ValueError – If too many new or missing columns are detected.

app.database_updater.update_uniprot(conn, parameters, timestamp, versions, organisms=None)[source]

Download and stage UniProt data, writing TSV updates if differences found.

Parameters:

conn – SQLite database connection.
parameters – Updater parameters (paths, ignore diffs, deletion policy).
timestamp – Current update timestamp string.
versions (list) – List of current versions of the UniProt database.
organisms (set | None) – Optional set of organism IDs to include.

Returns:

Set of UniProt IDs present in the fetched dataset.

app.database_updater.update_version_table(conn, dataset, timestamp, new_versions)[source]

Update the version table with the new versions.

Return type:: None

app.element_styles module

Styles for Dash interface elements.

Defines style dictionaries used throughout the UI, including sidebar, content area, upload components, and status indicators.

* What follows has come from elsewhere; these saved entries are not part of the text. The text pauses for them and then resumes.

static void review_reads(cc_store *s, const cc_model *m)
{
    cc_error err = CC_ERROR_INIT;
    /* 2026-03-01 = day 20513 = 1772323200 */
    const int64_t d0 = 1772323200;
    float p[4];
    int inserted;
    CHECK(cc_store_work_begin(s, &err) == 0);
    for (int i = 0; i < 6; i++) {
        char id[8];
        snprintf(id, sizeof id, "r%d", i);
        p[0] = 0.1f * (float)(i + 1);
        p[1] = 1.0f - p[0];
        p[2] = 0.5f;
        p[3] = 0.5f;
        /* r0..r3 on the first day (r1, r3 in segment "north"), r4, r5 a day later */
        CHECK(cc_store_event_insert(s, m, id, (int)strlen(id), d0 + 3600 * i + (i >= 4) * 86400,
                                    i % 2 ? "north" : NULL, i % 2 ? 5 : 0, p[0] < 0.5f,
                                    i == 2 ? 1 : -1, p, &inserted, &err) == 0 && inserted);
    }
    cc_summary *day = cc_summary_create(m->m, m->k);
    CHECK(day != NULL);
    if (day) {
        cc_summary_add_labeled(day, p, 1, 1);
        CHECK(cc_store_summary_add(s, m, 20513, day, &err) == 0);
        cc_summary_free(day);
    }
    CHECK(cc_store_work_commit(s, &err) == 0);

    scan_seen all = {0};
    CHECK(cc_store_events_scan(s, m, d0, d0 + 2 * 86400, NULL, on_event, &all, &err) == 0);
    /* "kept" from the unit-of-work test is on d0 too */
    CHECK(all.n == 7);
    scan_seen first_day = {0};
    CHECK(cc_store_events_scan(s, m, d0 + 1, d0 + 86399, NULL, on_event, &first_day, &err) ==
          0);
    CHECK(first_day.n == 3 && strcmp(first_day.ids[0], "r1") == 0);
    scan_seen north = {0};
    CHECK(cc_store_events_scan(s, m, d0, d0 + 2 * 86400, "north", on_event, &north, &err) == 0);
    CHECK(north.n == 3 && strcmp(north.ids[0], "r1") == 0 && strcmp(north.ids[1], "r3") == 0 &&
          strcmp(north.ids[2], "r5") == 0 && fabsf(north.p0[0] - 0.2f) < 1e-7f);
    scan_seen stopped = {.stop_after = 2};
    CHECK(cc_store_events_scan(s, m, d0, d0 + 2 * 86400, NULL, on_event, &stopped, &err) == 7);
    CHECK(stopped.n == 2);

    /* the review's bounded sample (cc_store_events_sample): every 1 is the
     * whole scan; every 2 is exactly the rows whose rowid is even, as the
     * file itself says (SQLite's rowid, arrival order) */
    scan_seen whole = {0};
    CHECK(cc_store_events_sample(s, m, d0, d0 + 2 * 86400, NULL, 1, on_event, &whole, &err) ==
              0 &&
          whole.n == 7);
    scan_seen half = {0};
    CHECK(cc_store_events_sample(s, m, d0, d0 + 2 * 86400, NULL, 2, on_event, &half, &err) ==
          0);
    char sql[256];
    snprintf(sql, sizeof sql,
             "SELECT count(*) FROM events WHERE model_id = %lld AND ts BETWEEN %lld AND %lld "
             "AND rowid %% 2 = 0",
             (long long)m->id, (long long)d0, (long long)(d0 + 2 * 86400));
    CHECK(half.n == query_int(s, sql) && half.n > 0 && half.n < 7);
    for (int i = 0; i < half.n && i < 8; i++) {
        snprintf(sql, sizeof sql,
                 "SELECT rowid %% 2 FROM events WHERE model_id = %lld AND id = '%s'",
                 (long long)m->id, half.ids[i]);
        CHECK(query_int(s, sql) == 0);
    }

    cc_event_rec rec;
    float back[4];
    int found = 0;
    CHECK(cc_store_event_read(s, m, "r3", &found, &rec, back, &err) == 0 && found);
    CHECK(rec.ts == d0 + 3 * 3600 && rec.label == -1 && rec.label_at == -1 && rec.segment &&
          strcmp(rec.segment, "north") == 0 && fabsf(back[0] - 0.4f) < 1e-7f);
    free(rec.segment);
    CHECK(cc_store_event_read(s, m, "r2", &found, &rec, back, &err) == 0 && found &&
          rec.label == 1 && rec.segment == NULL);
    CHECK(cc_store_work_begin(s, &err) == 0 &&
          cc_store_event_set_label(s, m, "r3", 2, 0, d0 + 99999, &err) == 0 &&
          cc_store_work_commit(s, &err) == 0);
    CHECK(cc_store_event_read(s, m, "r3", &found, &rec, back, &err) == 0 && found &&
          rec.label == 0 && rec.label_at == d0 + 99999);
    free(rec.segment);
    CHECK(cc_store_event_read(s, m, "absent", &found, &rec, back, &err) == 0 && !found &&
          rec.segment == NULL);

    int64_t last = 0;
    CHECK(cc_store_labeled_day_last(s, m, 20520, &found, &last, &err) == 0 && found &&
          last == 20513);
    CHECK(cc_store_labeled_day_last(s, m, 20512, &found, &last, &err) == 0 && !found);
}

/* ---- a v3 file whose alert tables earlier releases made outside the schema ---- */

static void upgrade_from_v3(const char *path)
{
    cc_error err = CC_ERROR_INIT;
    cc_store *s = NULL;
    remove_db(path);
    CHECK(cc_store_open(&s, path, CC_STORE_CREATE, &err) == 0);
    if (!s)
        return;
    /* make it look like a version 3 file after an earlier follow and check */
    CHECK(sqlite3_exec(cc_store_db(s),
                       "DROP TABLE outbox; DROP TABLE notifications; DROP TABLE rule_state;"
                       "DROP TABLE follow_offsets;"
                       "CREATE TABLE follow_offsets(path TEXT PRIMARY KEY, dev INTEGER NOT NULL,"
                       " ino INTEGER NOT NULL, offset INTEGER NOT NULL, line INTEGER NOT NULL,"
                       " updated_at INTEGER NOT NULL);"
                       "INSERT INTO follow_offsets VALUES('/logs/b.jsonl', 1, 2, 300, 4, 5);"
                       "CREATE TABLE rule_state(model TEXT NOT NULL, rule TEXT NOT NULL,"
                       " state TEXT NOT NULL, breach_run INTEGER NOT NULL,"
                       " clear_run INTEGER NOT NULL, last_day INTEGER NOT NULL,"
                       " since_day INTEGER NOT NULL, fired_day INTEGER, last_notified_day INTEGER,"
                       " metric TEXT NOT NULL, urgency TEXT NOT NULL, last_value REAL,"
                       " last_bound REAL, updated_at INTEGER NOT NULL,"
                       " PRIMARY KEY(model, rule)) WITHOUT ROWID;"
                       "INSERT INTO rule_state VALUES('m', 'r', 'raised', 2, 0, 10, 9, 9, 9,"
                       " 'x', 'high', 1.5, 1.0, 77);"
                       "UPDATE meta SET value = '3' WHERE key = 'schema_version';",
                       NULL, NULL, NULL) == SQLITE_OK);
    cc_store_close(s);
    s = NULL;
    /* a reader reads it as it is: no rows invented, none lost */
    CHECK(cc_store_open_with(&s, path, &(cc_store_opts){CC_STORE_READONLY, 1000, NULL, NULL, NULL, NULL},
                             &err) == 0);
    if (s) {
        states_seen st = {0};
        notices_seen no = {0};
        int64_t pending = -1;
        CHECK(cc_store_rule_states(s, NULL, NULL, NULL, on_state, &st, &err) == 0 && st.n == 1);
        CHECK(cc_store_notices(s, NULL, NULL, 10, on_notice, &no, &err) == 0 && no.n == 0);
        CHECK(cc_store_outbox_count(s, "pending", &pending, &err) == 0 && pending == 0);
        CHECK(query_int(s, "SELECT value FROM meta WHERE key = 'schema_version'") == 3);
        cc_store_close(s);
        s = NULL;
    }
    /* the first writer upgrades to the current version (5) and keeps the rows */
    CHECK(cc_store_open(&s, path, 0, &err) == 0);
    if (!s)
        return;
    CHECK(query_int(s, "SELECT value FROM meta WHERE key = 'schema_version'") == 5);
    CHECK(query_int(s, "SELECT count(*) FROM sqlite_master WHERE name IN ('notifications', "
                       "'outbox', 'outbox_due')") == 3);
    cc_follow_offset o;
    int found = 0;
    CHECK(cc_store_follow_offset_get(s, "/logs/b.jsonl", &found, &o, &err) == 0 && found &&
          o.offset == 300 && o.line == 4);
    states_seen st = {0};
    CHECK(cc_store_rule_states(s, "m", "r", NULL, on_state, &st, &err) == 0 && st.n == 1 &&
          strcmp(st.state[0], "raised") == 0 && st.value[0] == 1.5 && st.updated_at[0] == 77);
    cc_store_close(s);
    remove_db(path);
}

/* ---- a backend that only reads, and one built against a shorter table ---- */

typedef struct reader_store {
    cc_store base;
    int closed;
} reader_store;

static void reader_close(cc_store *s) { ((reader_store *)s)->closed = 1; }

static int reader_model_get(cc_store *s, const char *name, cc_model **out, cc_error *err)
{
    *out = NULL;
    return cc_error_set(err, CC_ENOTFOUND, "%s: no model named '%s'", s->path, name);
}

static int called_past_end;
static int past_end_scan(cc_store *s, const cc_model *m, int64_t from, int64_t to,
                         const char *segment, cc_event_scan_fn fn, void *ctx, cc_error *err)
{
    (void)s, (void)m, (void)from, (void)to, (void)segment, (void)fn, (void)ctx, (void)err;
    called_past_end = 1;
    return 0;
}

app.embedded_page_updater module

Module for creating embedded page files from a list of websites.

This module reads a text file containing website names and URLs, then generates Dash pages that embed these websites using html.Embed.

Limitations:

Not all sites can be embedded due to content security policies (CSP)
HTTPS support is untested but may help with embedding restrictions
Successfully tested only with:
- Sites served from the same server
- www.proteomics.fi
All testing has been done without HTTPS

app.embedded_page_updater.create_page_file(output_dir, site_name, url)[source]

Create a new Dash page file for embedding a website.

Parameters:

output_dir (str) – Directory where the page file should be created.
site_name (str) – Name of the website (used for the page title and route).
url (str) – URL of the website to embed.

Return type:

None

Returns:

None.

app.embedded_page_updater.parse_embed_file(filename)[source]

Parse the embed configuration file containing website names and URLs.

Parameters:: filename (str) – Path to the text file containing site information.
Return type:: List[Tuple[str, str]]
Returns:: List of (site_name, url) tuples.

app.embedded_page_updater.update_pages(output_dir, embed_file)[source]

Update embedded pages based on the configuration file.

Parameters:

output_dir (str) – Directory where page files should be created.
embed_file (str) – Path to the text file containing site information.

Return type:

None

Returns:

None.

app.run_as_pipeline module

ProteoGyver Batch Pipeline

This script runs the complete batch pipeline using the same infrastructure as the GUI, ensuring identical behavior and maintainability.

app.run_as_pipeline.main()[source]

Command line interface for the batch pipeline.

Returns:: None.

app.run_as_pipeline.run_batch_pipeline(toml_path)[source]

Run the complete batch pipeline.

Parameters:: toml_path (str) – Path to the TOML configuration file.
Return type:: dict
Returns:: Summary dict with execution details, export paths, and figures info.

Module contents

ProteoGyver - A web-based platform for proteomics and interactomics data analysis.